== Records ==
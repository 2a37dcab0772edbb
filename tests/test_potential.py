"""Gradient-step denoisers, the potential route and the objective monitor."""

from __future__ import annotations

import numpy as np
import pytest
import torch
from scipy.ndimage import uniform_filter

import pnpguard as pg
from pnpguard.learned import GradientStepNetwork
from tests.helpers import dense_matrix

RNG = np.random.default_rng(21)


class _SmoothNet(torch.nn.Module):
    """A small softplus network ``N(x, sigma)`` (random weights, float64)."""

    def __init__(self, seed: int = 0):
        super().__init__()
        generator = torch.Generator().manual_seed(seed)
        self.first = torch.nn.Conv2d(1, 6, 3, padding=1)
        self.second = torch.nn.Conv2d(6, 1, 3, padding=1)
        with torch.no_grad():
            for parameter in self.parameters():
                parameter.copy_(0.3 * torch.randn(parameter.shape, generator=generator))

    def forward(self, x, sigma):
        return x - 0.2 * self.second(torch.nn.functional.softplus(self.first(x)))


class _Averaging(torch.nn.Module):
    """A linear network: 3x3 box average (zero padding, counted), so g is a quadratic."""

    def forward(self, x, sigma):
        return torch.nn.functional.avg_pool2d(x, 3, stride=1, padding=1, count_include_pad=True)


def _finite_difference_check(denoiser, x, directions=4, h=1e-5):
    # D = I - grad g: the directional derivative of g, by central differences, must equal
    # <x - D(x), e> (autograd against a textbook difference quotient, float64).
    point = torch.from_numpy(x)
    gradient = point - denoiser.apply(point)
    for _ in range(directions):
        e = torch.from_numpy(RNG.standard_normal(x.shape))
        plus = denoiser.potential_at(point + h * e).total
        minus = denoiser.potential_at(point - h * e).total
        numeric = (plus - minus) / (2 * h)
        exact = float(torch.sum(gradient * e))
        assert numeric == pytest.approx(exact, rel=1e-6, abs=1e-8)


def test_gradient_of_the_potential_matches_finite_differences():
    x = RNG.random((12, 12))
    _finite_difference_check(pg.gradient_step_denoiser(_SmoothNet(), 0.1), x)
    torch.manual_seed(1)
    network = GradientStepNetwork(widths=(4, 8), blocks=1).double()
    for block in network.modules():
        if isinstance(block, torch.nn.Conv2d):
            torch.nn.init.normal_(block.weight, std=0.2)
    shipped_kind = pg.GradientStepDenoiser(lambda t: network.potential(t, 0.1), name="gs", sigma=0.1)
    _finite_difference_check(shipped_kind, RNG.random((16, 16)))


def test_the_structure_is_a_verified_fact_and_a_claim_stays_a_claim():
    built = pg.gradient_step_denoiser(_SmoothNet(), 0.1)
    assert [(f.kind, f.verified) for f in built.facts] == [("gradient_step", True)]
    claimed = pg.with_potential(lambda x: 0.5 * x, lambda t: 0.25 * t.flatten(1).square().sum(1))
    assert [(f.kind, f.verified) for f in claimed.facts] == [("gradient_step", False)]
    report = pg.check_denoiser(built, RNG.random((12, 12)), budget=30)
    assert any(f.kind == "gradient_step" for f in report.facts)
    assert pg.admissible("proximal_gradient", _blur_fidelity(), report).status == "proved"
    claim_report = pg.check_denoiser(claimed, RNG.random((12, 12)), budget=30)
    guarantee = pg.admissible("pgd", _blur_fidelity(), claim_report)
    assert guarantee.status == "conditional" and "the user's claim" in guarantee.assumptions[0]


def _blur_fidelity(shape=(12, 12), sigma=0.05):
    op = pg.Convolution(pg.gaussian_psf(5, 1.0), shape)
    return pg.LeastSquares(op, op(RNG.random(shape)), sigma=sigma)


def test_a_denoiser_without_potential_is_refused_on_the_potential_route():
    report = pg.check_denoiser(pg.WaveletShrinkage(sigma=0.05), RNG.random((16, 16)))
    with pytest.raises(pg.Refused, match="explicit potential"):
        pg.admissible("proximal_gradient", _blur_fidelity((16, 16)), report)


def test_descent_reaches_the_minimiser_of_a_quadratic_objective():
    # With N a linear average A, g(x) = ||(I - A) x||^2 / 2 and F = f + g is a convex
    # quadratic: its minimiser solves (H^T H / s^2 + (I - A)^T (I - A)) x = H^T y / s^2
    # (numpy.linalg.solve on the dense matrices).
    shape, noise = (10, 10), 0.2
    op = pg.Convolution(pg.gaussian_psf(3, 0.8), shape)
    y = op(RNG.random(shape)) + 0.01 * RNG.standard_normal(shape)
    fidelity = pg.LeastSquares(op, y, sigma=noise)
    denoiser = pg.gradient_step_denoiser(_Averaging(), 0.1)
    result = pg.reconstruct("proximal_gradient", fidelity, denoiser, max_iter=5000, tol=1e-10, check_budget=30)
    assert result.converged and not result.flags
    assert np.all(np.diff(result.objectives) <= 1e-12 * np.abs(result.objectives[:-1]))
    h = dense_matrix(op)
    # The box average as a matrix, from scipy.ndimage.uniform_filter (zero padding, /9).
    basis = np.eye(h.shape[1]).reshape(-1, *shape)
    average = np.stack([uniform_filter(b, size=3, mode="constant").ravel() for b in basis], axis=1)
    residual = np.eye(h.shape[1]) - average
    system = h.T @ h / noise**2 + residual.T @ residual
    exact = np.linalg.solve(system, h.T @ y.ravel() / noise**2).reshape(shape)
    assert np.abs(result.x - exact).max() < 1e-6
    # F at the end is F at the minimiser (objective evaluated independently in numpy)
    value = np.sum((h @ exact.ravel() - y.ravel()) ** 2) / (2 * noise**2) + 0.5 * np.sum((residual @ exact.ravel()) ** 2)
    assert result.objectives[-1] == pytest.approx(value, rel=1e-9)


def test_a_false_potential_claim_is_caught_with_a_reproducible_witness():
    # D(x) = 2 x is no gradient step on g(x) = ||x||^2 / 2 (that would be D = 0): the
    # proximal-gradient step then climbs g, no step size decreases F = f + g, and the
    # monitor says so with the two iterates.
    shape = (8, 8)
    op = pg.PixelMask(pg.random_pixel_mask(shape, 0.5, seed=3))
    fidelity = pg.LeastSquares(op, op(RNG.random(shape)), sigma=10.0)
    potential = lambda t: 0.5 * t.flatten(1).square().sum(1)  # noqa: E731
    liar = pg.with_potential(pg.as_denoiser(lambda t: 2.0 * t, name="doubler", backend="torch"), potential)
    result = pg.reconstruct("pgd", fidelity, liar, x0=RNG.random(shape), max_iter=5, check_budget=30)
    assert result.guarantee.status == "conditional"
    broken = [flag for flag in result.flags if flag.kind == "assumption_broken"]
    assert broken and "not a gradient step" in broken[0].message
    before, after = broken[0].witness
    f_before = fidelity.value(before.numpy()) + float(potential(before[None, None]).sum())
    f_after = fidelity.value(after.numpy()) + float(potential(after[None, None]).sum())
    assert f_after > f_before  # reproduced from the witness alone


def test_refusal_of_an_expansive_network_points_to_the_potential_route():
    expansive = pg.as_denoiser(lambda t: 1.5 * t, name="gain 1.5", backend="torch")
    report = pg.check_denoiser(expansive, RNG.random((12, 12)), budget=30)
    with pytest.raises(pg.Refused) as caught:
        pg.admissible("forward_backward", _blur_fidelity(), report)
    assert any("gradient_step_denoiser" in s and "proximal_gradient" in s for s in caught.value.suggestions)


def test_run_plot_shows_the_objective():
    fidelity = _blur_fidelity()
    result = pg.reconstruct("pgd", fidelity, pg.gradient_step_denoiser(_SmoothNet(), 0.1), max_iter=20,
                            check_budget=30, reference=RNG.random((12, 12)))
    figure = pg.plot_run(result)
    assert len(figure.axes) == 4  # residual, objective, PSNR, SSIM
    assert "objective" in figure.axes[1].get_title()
==
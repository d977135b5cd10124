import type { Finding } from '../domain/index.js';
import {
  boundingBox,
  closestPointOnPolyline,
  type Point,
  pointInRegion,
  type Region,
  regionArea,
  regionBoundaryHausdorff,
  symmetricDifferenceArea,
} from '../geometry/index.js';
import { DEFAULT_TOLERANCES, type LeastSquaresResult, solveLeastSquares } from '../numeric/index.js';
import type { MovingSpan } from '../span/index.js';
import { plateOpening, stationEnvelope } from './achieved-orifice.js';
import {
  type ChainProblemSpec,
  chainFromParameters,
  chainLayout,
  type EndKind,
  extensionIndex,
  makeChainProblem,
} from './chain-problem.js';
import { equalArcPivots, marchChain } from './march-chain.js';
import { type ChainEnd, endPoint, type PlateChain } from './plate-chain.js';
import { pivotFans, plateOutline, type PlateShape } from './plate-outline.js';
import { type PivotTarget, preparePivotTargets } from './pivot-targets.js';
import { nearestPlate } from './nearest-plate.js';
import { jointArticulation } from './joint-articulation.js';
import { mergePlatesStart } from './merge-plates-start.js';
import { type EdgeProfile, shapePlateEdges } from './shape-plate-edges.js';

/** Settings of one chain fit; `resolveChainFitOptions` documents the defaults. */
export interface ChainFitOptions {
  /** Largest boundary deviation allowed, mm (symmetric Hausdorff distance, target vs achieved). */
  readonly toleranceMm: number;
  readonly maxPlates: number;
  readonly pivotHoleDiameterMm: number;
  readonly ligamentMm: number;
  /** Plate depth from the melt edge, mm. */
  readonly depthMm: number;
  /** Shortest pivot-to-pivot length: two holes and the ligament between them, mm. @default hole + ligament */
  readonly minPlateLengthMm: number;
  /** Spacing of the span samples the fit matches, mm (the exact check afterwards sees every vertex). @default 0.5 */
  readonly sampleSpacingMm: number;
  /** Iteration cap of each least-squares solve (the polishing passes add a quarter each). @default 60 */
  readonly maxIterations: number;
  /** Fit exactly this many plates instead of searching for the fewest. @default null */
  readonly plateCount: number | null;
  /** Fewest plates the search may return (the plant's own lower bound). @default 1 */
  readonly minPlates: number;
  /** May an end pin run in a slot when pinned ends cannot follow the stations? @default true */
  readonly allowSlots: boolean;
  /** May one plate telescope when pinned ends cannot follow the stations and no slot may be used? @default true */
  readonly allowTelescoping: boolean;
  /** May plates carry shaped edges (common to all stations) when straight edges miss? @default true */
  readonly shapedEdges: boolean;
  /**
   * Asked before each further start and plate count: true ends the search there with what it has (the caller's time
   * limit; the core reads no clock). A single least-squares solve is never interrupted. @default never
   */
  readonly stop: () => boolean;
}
* * *
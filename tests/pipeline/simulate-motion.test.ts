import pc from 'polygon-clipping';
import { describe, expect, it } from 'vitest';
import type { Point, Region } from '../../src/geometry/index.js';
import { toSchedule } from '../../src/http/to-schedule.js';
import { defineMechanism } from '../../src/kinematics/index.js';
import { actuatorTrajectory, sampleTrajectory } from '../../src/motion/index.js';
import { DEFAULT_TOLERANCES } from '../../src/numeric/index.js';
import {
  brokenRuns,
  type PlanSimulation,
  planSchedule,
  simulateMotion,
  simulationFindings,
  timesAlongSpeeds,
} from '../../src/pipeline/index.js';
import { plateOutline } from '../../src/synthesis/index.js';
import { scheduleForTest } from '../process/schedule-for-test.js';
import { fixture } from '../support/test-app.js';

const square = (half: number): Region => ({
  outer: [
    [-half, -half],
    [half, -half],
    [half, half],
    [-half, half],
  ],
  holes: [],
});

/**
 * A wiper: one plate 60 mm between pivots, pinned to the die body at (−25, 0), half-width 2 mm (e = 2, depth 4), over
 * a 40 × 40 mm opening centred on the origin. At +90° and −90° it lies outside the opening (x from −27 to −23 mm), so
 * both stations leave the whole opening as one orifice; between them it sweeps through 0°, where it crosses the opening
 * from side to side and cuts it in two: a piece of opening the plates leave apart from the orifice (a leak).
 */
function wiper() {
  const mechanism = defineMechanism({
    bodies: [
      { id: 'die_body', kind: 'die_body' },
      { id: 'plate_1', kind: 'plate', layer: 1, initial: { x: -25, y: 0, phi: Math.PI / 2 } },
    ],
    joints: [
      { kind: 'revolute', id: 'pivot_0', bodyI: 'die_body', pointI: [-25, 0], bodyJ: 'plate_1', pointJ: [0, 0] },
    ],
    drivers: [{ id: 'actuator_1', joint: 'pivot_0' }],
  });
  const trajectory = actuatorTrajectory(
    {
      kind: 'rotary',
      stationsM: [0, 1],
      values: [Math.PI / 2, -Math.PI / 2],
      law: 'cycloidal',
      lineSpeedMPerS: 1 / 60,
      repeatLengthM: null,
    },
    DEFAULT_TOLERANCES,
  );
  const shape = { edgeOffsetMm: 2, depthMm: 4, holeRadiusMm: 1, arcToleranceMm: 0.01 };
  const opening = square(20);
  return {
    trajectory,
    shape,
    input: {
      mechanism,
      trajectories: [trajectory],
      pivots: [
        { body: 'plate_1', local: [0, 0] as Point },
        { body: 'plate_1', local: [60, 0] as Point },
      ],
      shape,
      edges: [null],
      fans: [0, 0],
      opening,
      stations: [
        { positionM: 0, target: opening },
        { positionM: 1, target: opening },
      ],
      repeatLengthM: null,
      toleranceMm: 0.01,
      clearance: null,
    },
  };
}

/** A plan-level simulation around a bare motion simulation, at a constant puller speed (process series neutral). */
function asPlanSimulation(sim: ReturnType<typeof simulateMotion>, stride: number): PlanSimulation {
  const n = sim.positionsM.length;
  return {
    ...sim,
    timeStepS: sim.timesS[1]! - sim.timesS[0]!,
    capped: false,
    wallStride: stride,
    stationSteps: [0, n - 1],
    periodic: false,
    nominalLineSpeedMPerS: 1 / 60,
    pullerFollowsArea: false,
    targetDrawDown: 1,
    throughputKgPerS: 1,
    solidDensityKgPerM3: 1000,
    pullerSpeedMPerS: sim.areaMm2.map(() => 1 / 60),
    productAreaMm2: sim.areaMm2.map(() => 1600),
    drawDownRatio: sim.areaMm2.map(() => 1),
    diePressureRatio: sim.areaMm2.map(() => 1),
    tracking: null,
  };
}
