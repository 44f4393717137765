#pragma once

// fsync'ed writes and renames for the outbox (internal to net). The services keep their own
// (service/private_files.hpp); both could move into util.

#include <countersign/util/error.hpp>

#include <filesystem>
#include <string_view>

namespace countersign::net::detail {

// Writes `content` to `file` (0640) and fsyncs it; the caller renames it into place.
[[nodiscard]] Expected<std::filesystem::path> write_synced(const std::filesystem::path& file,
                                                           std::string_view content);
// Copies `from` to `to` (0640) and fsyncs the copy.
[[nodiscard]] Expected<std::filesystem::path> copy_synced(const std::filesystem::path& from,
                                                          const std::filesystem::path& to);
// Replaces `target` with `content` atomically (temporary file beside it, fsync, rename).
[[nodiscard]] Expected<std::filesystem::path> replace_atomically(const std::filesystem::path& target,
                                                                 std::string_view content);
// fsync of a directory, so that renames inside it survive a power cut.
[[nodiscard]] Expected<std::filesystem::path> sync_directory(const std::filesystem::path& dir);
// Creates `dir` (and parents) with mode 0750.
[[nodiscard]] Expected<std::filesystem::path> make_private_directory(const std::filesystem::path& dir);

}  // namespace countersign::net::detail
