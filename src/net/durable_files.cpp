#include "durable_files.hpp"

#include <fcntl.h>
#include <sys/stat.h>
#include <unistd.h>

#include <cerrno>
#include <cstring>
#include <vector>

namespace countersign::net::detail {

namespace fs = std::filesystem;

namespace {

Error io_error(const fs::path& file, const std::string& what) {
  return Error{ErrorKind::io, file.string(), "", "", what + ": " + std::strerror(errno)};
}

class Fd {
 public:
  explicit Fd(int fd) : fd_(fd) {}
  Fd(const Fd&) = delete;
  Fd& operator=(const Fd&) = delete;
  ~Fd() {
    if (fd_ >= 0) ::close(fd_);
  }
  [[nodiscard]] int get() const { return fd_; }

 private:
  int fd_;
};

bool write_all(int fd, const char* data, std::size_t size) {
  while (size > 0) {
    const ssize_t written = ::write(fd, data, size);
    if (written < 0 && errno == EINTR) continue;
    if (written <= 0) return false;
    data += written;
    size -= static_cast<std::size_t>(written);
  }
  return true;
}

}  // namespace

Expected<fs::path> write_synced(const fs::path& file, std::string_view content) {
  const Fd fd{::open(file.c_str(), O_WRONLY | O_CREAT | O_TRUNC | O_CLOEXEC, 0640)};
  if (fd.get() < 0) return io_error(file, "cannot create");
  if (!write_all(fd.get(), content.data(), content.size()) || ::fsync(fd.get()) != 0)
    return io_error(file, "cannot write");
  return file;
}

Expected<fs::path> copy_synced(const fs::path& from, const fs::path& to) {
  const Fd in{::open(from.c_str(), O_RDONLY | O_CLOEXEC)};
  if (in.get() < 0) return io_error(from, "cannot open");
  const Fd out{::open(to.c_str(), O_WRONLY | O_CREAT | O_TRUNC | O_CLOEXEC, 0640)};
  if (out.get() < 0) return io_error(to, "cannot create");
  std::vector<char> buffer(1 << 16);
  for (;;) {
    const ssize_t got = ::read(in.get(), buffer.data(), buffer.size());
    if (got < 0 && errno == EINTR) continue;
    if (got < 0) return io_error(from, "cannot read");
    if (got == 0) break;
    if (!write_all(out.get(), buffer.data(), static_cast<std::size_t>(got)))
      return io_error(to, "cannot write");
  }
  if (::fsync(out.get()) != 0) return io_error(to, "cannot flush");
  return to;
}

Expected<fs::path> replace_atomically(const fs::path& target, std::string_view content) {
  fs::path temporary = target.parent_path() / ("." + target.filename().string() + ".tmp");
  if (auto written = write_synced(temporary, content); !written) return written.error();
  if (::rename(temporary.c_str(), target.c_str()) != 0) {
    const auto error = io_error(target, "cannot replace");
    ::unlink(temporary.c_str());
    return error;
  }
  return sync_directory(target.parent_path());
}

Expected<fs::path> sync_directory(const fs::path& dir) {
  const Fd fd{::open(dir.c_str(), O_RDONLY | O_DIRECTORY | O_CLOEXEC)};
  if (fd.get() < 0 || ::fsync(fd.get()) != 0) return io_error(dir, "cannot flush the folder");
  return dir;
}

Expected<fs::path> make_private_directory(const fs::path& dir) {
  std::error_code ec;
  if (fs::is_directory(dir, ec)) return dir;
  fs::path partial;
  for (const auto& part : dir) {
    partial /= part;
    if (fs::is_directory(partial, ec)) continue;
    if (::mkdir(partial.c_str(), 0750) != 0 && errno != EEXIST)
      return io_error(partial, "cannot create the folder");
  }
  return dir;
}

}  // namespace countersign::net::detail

== Task brief ==
State how many lines in the material contain "process", giving nothing besides the count.

== Exercise solution ==
2